**Exercise aim:**
Look below for the line containing "k = w0 / math.tan(w0"; from there, print each line exactly up to and including the line containing "bc, ac = _prewarped([1.0, 0.0], [1.0, wc], f, fs)", and stop.

**Provided data:**
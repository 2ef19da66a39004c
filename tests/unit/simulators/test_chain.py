"""The measurement chain of the simulator: what a mounted, AC-coupled sensor behind an anti-alias filter
delivers, checked against scipy.signal as the reference implementation (time-domain filtering of the
housing's own acceleration), plus the coloured machine noise and 2xLF.

References: the mounted accelerometer is the base-excited single-degree-of-freedom system
w^2 / (s^2 + 2 zeta w s + w^2) (textbook, common practice; ISO 5348 for how mounting moves it, confirmed
in the shared references); the AC coupling a first-order high-pass s / (s + w_c); the bilinear transform
prewarped at a frequency is exact at that frequency (a property of the transform), so the reference
filters each tone with a filter prewarped at its own frequency. Welch with a flat-top window reads a
tone's RMS (references section 4, confirmed with scipy).
"""

from __future__ import annotations

import math

import numpy as np
import pytest
from scipy import signal

from .helpers import QUIET, renderer_for

G_N = 9.80665  # m/s^2 (references section 5)


def _phasor(x: np.ndarray, f_hz: float, fs_hz: float) -> complex:
    """Complex amplitude of the tone at f_hz (Hann-weighted projection)."""
    n = np.arange(x.size)
    w = np.hanning(x.size)
    return complex(2.0 * np.sum(w * x * np.exp(-2j * np.pi * f_hz * n / fs_hz)) / np.sum(w))


def _prewarped(b, a, f0_hz: float, fs_hz: float):
    """Analog (b, a) to digital, exact at f0_hz: bilinear with the prewarped constant."""
    w0 = 2 * math.pi * f0_hz
    k = w0 / math.tan(w0 / (2 * fs_hz))  # s = k (z - 1) / (z + 1) maps w0 onto itself
    return signal.bilinear(b, a, fs=k / 2.0)


def test_tones_pass_the_mounted_resonance_and_ac_coupling_as_scipy_filters_them(tmp_path):
    fs = 204800.0
    mount_hz, zeta, ac_hz = 8000.0, 0.03, 3.0
    # 100 blades at 1800 r/min: blade pass 3 kHz with harmonics at 6 and 9 kHz (below and past the resonance)
    r = renderer_for(tmp_path, config_kwargs={"blades": 100, "rpm": 1800.0, "fs_hz": fs},
                     healthy={**QUIET, "unbalance_mm_s": 1.0, "blade_pass_mm_s": 0.2},
                     chain={"mount_resonance_hz": mount_hz, "mount_damping_ratio": zeta, "ac_coupling_hz": ac_hz,
                            "anti_alias_fraction": 0.0})
    housing = r.snapshot_accel(3600.0, 3.0, fs)["p1"]
    chain = r.snapshot_accel(3600.0, 3.0, fs, through_chain=True)["p1"]
    settle = int(2.0 * fs)  # 6 time constants of the 3 Hz coupling
    wm, wc = 2 * math.pi * mount_hz, 2 * math.pi * ac_hz
    for f in (30.0, 3000.0, 6000.0, 9000.0):
        bm, am = _prewarped([wm * wm], [1.0, 2 * zeta * wm, wm * wm], f, fs)
        bc, ac = _prewarped([1.0, 0.0], [1.0, wc], f, fs)
        ref = signal.lfilter(bc, ac, signal.lfilter(bm, am, housing))
        want = _phasor(ref[settle:], f, fs) / _phasor(housing[settle:], f, fs)
        got = _phasor(chain[settle:], f, fs) / _phasor(housing[settle:], f, fs)
        assert abs(got - want) < 2e-3 * abs(want), (f, got, want)
    # and the response is what makes it a resonance: 9 kHz reads more than 3 x, in opposite phase
    assert abs(_phasor(chain[settle:], 9000.0, fs)) > 3 * abs(_phasor(housing[settle:], 9000.0, fs))


def test_anti_alias_rolls_off_towards_nyquist_like_scipys_butterworth(tmp_path):
    fs = 51200.0
    # 200 blades at 1400 r/min: blade pass 4.67 kHz and 9.33 kHz against a corner at 0.3 fs = 15.4 kHz
    r = renderer_for(tmp_path, config_kwargs={"blades": 200, "rpm": 1400.0, "fs_hz": fs},
                     healthy={**QUIET, "blade_pass_mm_s": 0.2},
                     chain={"mount_resonance_hz": 0.0, "ac_coupling_hz": 0.0, "anti_alias_fraction": 0.3,
                            "anti_alias_order": 8})
    housing = r.snapshot_accel(3600.0, 2.0, fs)["p1"]
    chain = r.snapshot_accel(3600.0, 2.0, fs, through_chain=True)["p1"]
    sos = signal.butter(8, 0.3 * fs, fs=fs, output="sos")  # the reference: the same filter run in time
    ref = signal.sosfilt(sos, housing)
    settle = int(0.5 * fs)
    for f in (200 * 1400 / 60, 2 * 200 * 1400 / 60):  # 4.67 kHz and 9.33 kHz (corner 15.4 kHz)
        want = _phasor(ref[settle:], f, fs) / _phasor(housing[settle:], f, fs)
        got = _phasor(chain[settle:], f, fs) / _phasor(housing[settle:], f, fs)
        assert abs(got - want) < 2e-3, (f, got, want)


def test_noise_is_coloured_and_the_recorded_spectrum_falls_off_before_nyquist(tmp_path):
    """Not flat to Nyquist: the housing noise falls above noise_high_hz, the chain's anti-alias filter
    takes the top of the band, the mounted resonance stands out of the recorded noise."""
    fs = 51200.0
    r = renderer_for(tmp_path, config_kwargs={"fs_hz": fs}, healthy={**QUIET, "noise_m_s2": 0.3},
                     chain={"mount_resonance_hz": 12000.0, "mount_damping_ratio": 0.03})
    housing = r.snapshot_accel(7200.0, 8.0, fs)["p1"]
    chain = r.snapshot_accel(7200.0, 8.0, fs, through_chain=True)["p1"]
    assert np.std(housing) == pytest.approx(0.3, rel=0.03)  # noise_m_s2 is the housing noise's RMS
    f, p_h = signal.welch(housing, fs, nperseg=8192)
    _, p_c = signal.welch(chain, fs, nperseg=8192)
    band = lambda p, lo, hi: float(np.mean(p[(f >= lo) & (f < hi)]))  # noqa: E731
    assert band(p_h, 8000, 10000) < band(p_h, 100, 500) / 30  # coloured: down > 15 dB at 8-10 kHz
    assert band(p_c, 11500, 12500) > 10 * band(p_h, 11500, 12500)  # the mounted resonance (Q ~ 17)
    assert band(p_c, 24500, 25500) < band(p_c, 100, 500) / 1e4  # the anti-alias filter's roll-off


def test_noise_segments_join_without_a_trace(tmp_path):
    """The noise is built from cross-faded segments: its variance must not change across their joins."""
    from rotorwatch.simulators.chain import NOISE_HOP

    fs = 51200.0
    r = renderer_for(tmp_path, config_kwargs={"fs_hz": fs}, healthy={**QUIET, "noise_m_s2": 1.0})
    x = r.snapshot_accel(0.0, 40.0, fs)["p1"]
    phase = np.arange(x.size) % NOISE_HOP
    near_join = x[(phase < NOISE_HOP // 16) | (phase >= NOISE_HOP - NOISE_HOP // 16)]
    mid = x[np.abs(phase - NOISE_HOP // 2) < NOISE_HOP // 8]
    assert np.var(near_join) == pytest.approx(np.var(mid), rel=0.03)


def test_twice_line_frequency_is_on_the_supply_clock_not_the_shaft(tmp_path):
    fs = 25600.0
    r = renderer_for(tmp_path, config_kwargs={"rpm": 1440.0, "fs_hz": fs},
                     healthy={**QUIET, "unbalance_mm_s": 1.0, "twice_line_mm_s": 0.5},
                     structure={"line_frequency_hz": 50.0})
    a = r.snapshot_accel(3 * 3600.0, 8.0, fs)["p1"]
    f, p = signal.welch(a, fs, window="flattop", nperseg=1 << 17, scaling="spectrum")

    def mm_s_at(f0):
        near = np.abs(f - f0) < 3 * (f[1] - f[0])
        return math.sqrt(np.max(p[near])) / (2 * np.pi * f0) * 1000

    assert mm_s_at(100.0) == pytest.approx(0.5, rel=0.02)  # 2xLF at exactly 100 Hz
    assert mm_s_at(4 * 1440 / 60) < 0.01  # and nothing at the shaft's 4x (96 Hz)


def test_twice_line_needs_a_line_frequency(tmp_path):
    from rotorwatch.errors import ConfigError

    with pytest.raises(ConfigError, match="twice_line needs the line frequency"):
        renderer_for(tmp_path, healthy={**QUIET, "twice_line_mm_s": 0.5})


def test_recorded_volts_are_deterministic_per_seed_and_chunk_free(tmp_path):
    fs = 51200.0
    r = renderer_for(tmp_path, config_kwargs={"fs_hz": fs}, healthy={**QUIET, "noise_m_s2": 0.3, "unbalance_mm_s": 1.0})
    whole = r.snapshot(5000.0, 1.0, fs)["p1"]
    halves = np.concatenate([r.snapshot(5000.0, 0.5, fs)["p1"], r.snapshot(5000.5, 0.5, fs)["p1"]])
    assert np.array_equal(whole, halves)
    assert abs(np.mean(whole)) > 0  # an AC-coupled chain's window mean is near, not exactly, zero
    assert abs(np.mean(whole)) < 1e-3 * np.std(whole) * 10
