"""The continuous stream: chunks concatenate to one long render, channel map, tach pulses."""

from __future__ import annotations

import itertools

import numpy as np
import pytest

from .helpers import renderer_for

FS = 51200.0
DAY = 86400.0

EVERYTHING = dict(
    healthy={"unbalance_mm_s": 1.0, "misalignment_mm_s": 0.3, "looseness_mm_s": 0.4, "blade_pass_mm_s": 0.4,
             "noise_m_s2": 0.3, "speed_drift_pct": 0.3},
    changes=[
        {"start_day": 0.0, "end_day": 1.0, "component": "outer_race", "bearing": "b1", "to": 3.0},
        {"start_day": 0.0, "end_day": 1.0, "component": "inner_race", "bearing": "b1", "to": 2.0, "shape": "exponential"},
        {"start_day": 0.0, "end_day": 1.0, "component": "ball", "bearing": "b1", "to": 2.0},
        {"start_day": 0.0, "end_day": 1.0, "component": "speed_rpm", "to": 1700.0},
        {"start_day": 0.04, "end_day": 0.05, "component": "sensor", "points": ["p1"], "fault": "dropouts", "value": 0.3},
        {"start_day": 0.04, "end_day": 0.05, "component": "sensor", "points": ["p2"], "fault": "bias_step", "value": 0.01},
    ],
)
POINTS = [
    {"id": "p1", "bearing": "b1", "sensor": {"channel": 0, "sensitivity_mv_per_g": 100.0}},
    {"id": "p2", "sensor": {"channel": 2, "sensitivity_mv_per_g": 50.0}},
]


def _renderer(tmp_path, **config):
    return renderer_for(tmp_path, config_kwargs={"points": POINTS, "blades": 7, "fs_hz": FS, **config}, **EVERYTHING)


def test_chunks_equal_one_long_render(tmp_path):
    r = _renderer(tmp_path)
    start = 0.04 * DAY + 0.3  # inside the fault spans, mid-ramp, mid-second
    chunk, count = 3000, 20
    chunks = list(itertools.islice(r.stream(FS, chunk, start_s=start), count))
    stream = np.concatenate([c for _, c in chunks])
    whole = r.snapshot(start, chunk * count / FS, FS)
    assert stream.shape == (chunk * count, 3) and stream.dtype == np.float32
    for pid, col in (("p1", 0), ("p2", 2)):
        # bit for bit: every sample is a function of its absolute index alone
        assert np.array_equal(stream[:, col], whole[pid].astype(np.float32))
    assert np.count_nonzero(stream[:, 0] == 0) > 0  # the dropouts are in it
    t0 = [t for t, _ in chunks]
    assert t0[0] == pytest.approx(round(start * FS) / FS)
    assert np.allclose(np.diff(t0), chunk / FS)


def test_chunks_late_in_the_scenario(tmp_path):
    # at day 29 the absolute-time arithmetic still lines chunks up with a long render
    r = _renderer(tmp_path)
    start = 29 * DAY + 0.123
    stream = np.concatenate([c for _, c in itertools.islice(r.stream(FS, 4096, start_s=start), 8)])
    whole = r.snapshot(start, 8 * 4096 / FS, FS)["p1"].astype(np.float32)
    assert np.array_equal(stream[:, 0], whole)


def test_unused_channels_carry_the_floor(tmp_path):
    r = _renderer(tmp_path)
    _, frames = next(r.stream(FS, 8192))
    assert np.std(frames[:, 1]) == pytest.approx(2e-5, rel=0.1)


def test_channel_count(tmp_path):
    r = _renderer(tmp_path)
    assert next(r.stream(FS, 256, channels=5))[1].shape == (256, 5)
    with pytest.raises(Exception, match="uses input channel 2"):
        next(r.stream(FS, 256, channels=2))


def test_tach_channel_pulses_once_per_revolution(tmp_path):
    speed = {"mode": "tach", "rpm": 1797.0, "tach_channel": 3}
    r = _renderer(tmp_path, speed=speed, channels=4)
    _, frames = next(r.stream(FS, int(FS * 2)))
    high = frames[:, 3] > 0.45
    pulses = np.count_nonzero(high[1:] & ~high[:-1])
    expected = 2.0 * r.true_rpm(0.0) / 60.0
    assert abs(pulses - expected) <= 1.5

**Solution to this problem:**
    k = w0 / math.tan(w0 / (2 * fs_hz))  # s = k (z - 1) / (z + 1) maps w0 onto itself
    return signal.bilinear(b, a, fs=k / 2.0)


def test_tones_pass_the_mounted_resonance_and_ac_coupling_as_scipy_filters_them(tmp_path):
    fs = 204800.0
    mount_hz, zeta, ac_hz = 8000.0, 0.03, 3.0
    # 100 blades at 1800 r/min: blade pass 3 kHz with harmonics at 6 and 9 kHz (below and past the resonance)
    r = renderer_for(tmp_path, config_kwargs={"blades": 100, "rpm": 1800.0, "fs_hz": fs},
                     healthy={**QUIET, "unbalance_mm_s": 1.0, "blade_pass_mm_s": 0.2},
                     chain={"mount_resonance_hz": mount_hz, "mount_damping_ratio": zeta, "ac_coupling_hz": ac_hz,
                            "anti_alias_fraction": 0.0})
    housing = r.snapshot_accel(3600.0, 3.0, fs)["p1"]
    chain = r.snapshot_accel(3600.0, 3.0, fs, through_chain=True)["p1"]
    settle = int(2.0 * fs)  # 6 time constants of the 3 Hz coupling
    wm, wc = 2 * math.pi * mount_hz, 2 * math.pi * ac_hz
    for f in (30.0, 3000.0, 6000.0, 9000.0):
        bm, am = _prewarped([wm * wm], [1.0, 2 * zeta * wm, wm * wm], f, fs)
        bc, ac = _prewarped([1.0, 0.0], [1.0, wc], f, fs)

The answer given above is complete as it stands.